[GIVEN RECORDS — start]

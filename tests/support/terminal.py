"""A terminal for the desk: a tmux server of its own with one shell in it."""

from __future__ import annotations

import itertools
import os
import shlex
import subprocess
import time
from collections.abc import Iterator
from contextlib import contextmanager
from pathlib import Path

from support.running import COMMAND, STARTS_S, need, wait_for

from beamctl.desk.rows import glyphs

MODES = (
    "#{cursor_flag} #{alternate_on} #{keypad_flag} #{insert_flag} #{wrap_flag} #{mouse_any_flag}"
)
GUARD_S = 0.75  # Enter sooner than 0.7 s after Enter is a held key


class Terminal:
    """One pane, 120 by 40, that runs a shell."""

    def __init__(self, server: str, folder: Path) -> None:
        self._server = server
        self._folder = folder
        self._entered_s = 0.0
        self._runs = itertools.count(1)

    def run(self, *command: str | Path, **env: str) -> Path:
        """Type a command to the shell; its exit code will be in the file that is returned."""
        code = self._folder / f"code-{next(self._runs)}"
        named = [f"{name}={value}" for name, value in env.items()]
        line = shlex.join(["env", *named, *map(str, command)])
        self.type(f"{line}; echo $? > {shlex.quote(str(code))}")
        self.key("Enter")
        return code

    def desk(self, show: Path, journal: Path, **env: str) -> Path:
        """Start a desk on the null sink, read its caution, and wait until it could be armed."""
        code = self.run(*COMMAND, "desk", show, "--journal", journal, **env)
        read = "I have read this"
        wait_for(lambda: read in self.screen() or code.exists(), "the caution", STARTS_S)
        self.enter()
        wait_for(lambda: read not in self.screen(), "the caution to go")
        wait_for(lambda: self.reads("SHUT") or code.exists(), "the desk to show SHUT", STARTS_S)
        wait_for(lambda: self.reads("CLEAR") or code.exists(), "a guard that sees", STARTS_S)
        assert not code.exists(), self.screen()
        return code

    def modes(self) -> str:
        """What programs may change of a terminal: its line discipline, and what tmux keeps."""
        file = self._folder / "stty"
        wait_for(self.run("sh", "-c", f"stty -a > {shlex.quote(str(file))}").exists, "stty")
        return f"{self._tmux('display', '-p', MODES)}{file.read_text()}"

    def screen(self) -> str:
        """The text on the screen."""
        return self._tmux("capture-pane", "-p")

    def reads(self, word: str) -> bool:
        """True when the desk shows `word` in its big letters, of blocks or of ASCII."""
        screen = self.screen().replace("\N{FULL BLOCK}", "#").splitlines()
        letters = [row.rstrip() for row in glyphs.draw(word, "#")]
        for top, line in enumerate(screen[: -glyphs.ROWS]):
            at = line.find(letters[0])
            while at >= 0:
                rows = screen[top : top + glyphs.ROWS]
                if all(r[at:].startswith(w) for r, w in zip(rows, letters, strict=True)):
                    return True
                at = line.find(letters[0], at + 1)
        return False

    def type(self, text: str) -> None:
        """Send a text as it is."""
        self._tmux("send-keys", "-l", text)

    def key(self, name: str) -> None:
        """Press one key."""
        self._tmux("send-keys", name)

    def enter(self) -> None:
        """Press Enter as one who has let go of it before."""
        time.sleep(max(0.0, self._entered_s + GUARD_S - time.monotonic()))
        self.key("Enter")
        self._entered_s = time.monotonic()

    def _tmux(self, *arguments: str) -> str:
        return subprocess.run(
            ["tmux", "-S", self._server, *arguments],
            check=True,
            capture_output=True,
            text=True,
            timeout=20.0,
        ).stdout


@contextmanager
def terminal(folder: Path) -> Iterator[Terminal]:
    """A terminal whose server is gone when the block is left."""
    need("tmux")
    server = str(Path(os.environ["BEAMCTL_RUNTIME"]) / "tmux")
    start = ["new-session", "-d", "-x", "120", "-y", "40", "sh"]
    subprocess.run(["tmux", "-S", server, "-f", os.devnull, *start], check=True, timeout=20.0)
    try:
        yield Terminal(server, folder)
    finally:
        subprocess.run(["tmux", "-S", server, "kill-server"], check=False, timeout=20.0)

[GIVEN RECORDS — finish]

■ WHAT TO WORK ON ■
Take the lines above from the one containing "time.sleep(max(0.0, self._entered_s +" to the one containing "def terminal(folder: Path)" and retype them exactly, both ends included, with nothing added.

■ ANSWER TO THE EXERCISE ■
        time.sleep(max(0.0, self._entered_s + GUARD_S - time.monotonic()))
        self.key("Enter")
        self._entered_s = time.monotonic()

    def _tmux(self, *arguments: str) -> str:
        return subprocess.run(
            ["tmux", "-S", self._server, *arguments],
            check=True,
            capture_output=True,
            text=True,
            timeout=20.0,
        ).stdout


@contextmanager
def terminal(folder: Path) -> Iterator[Terminal]:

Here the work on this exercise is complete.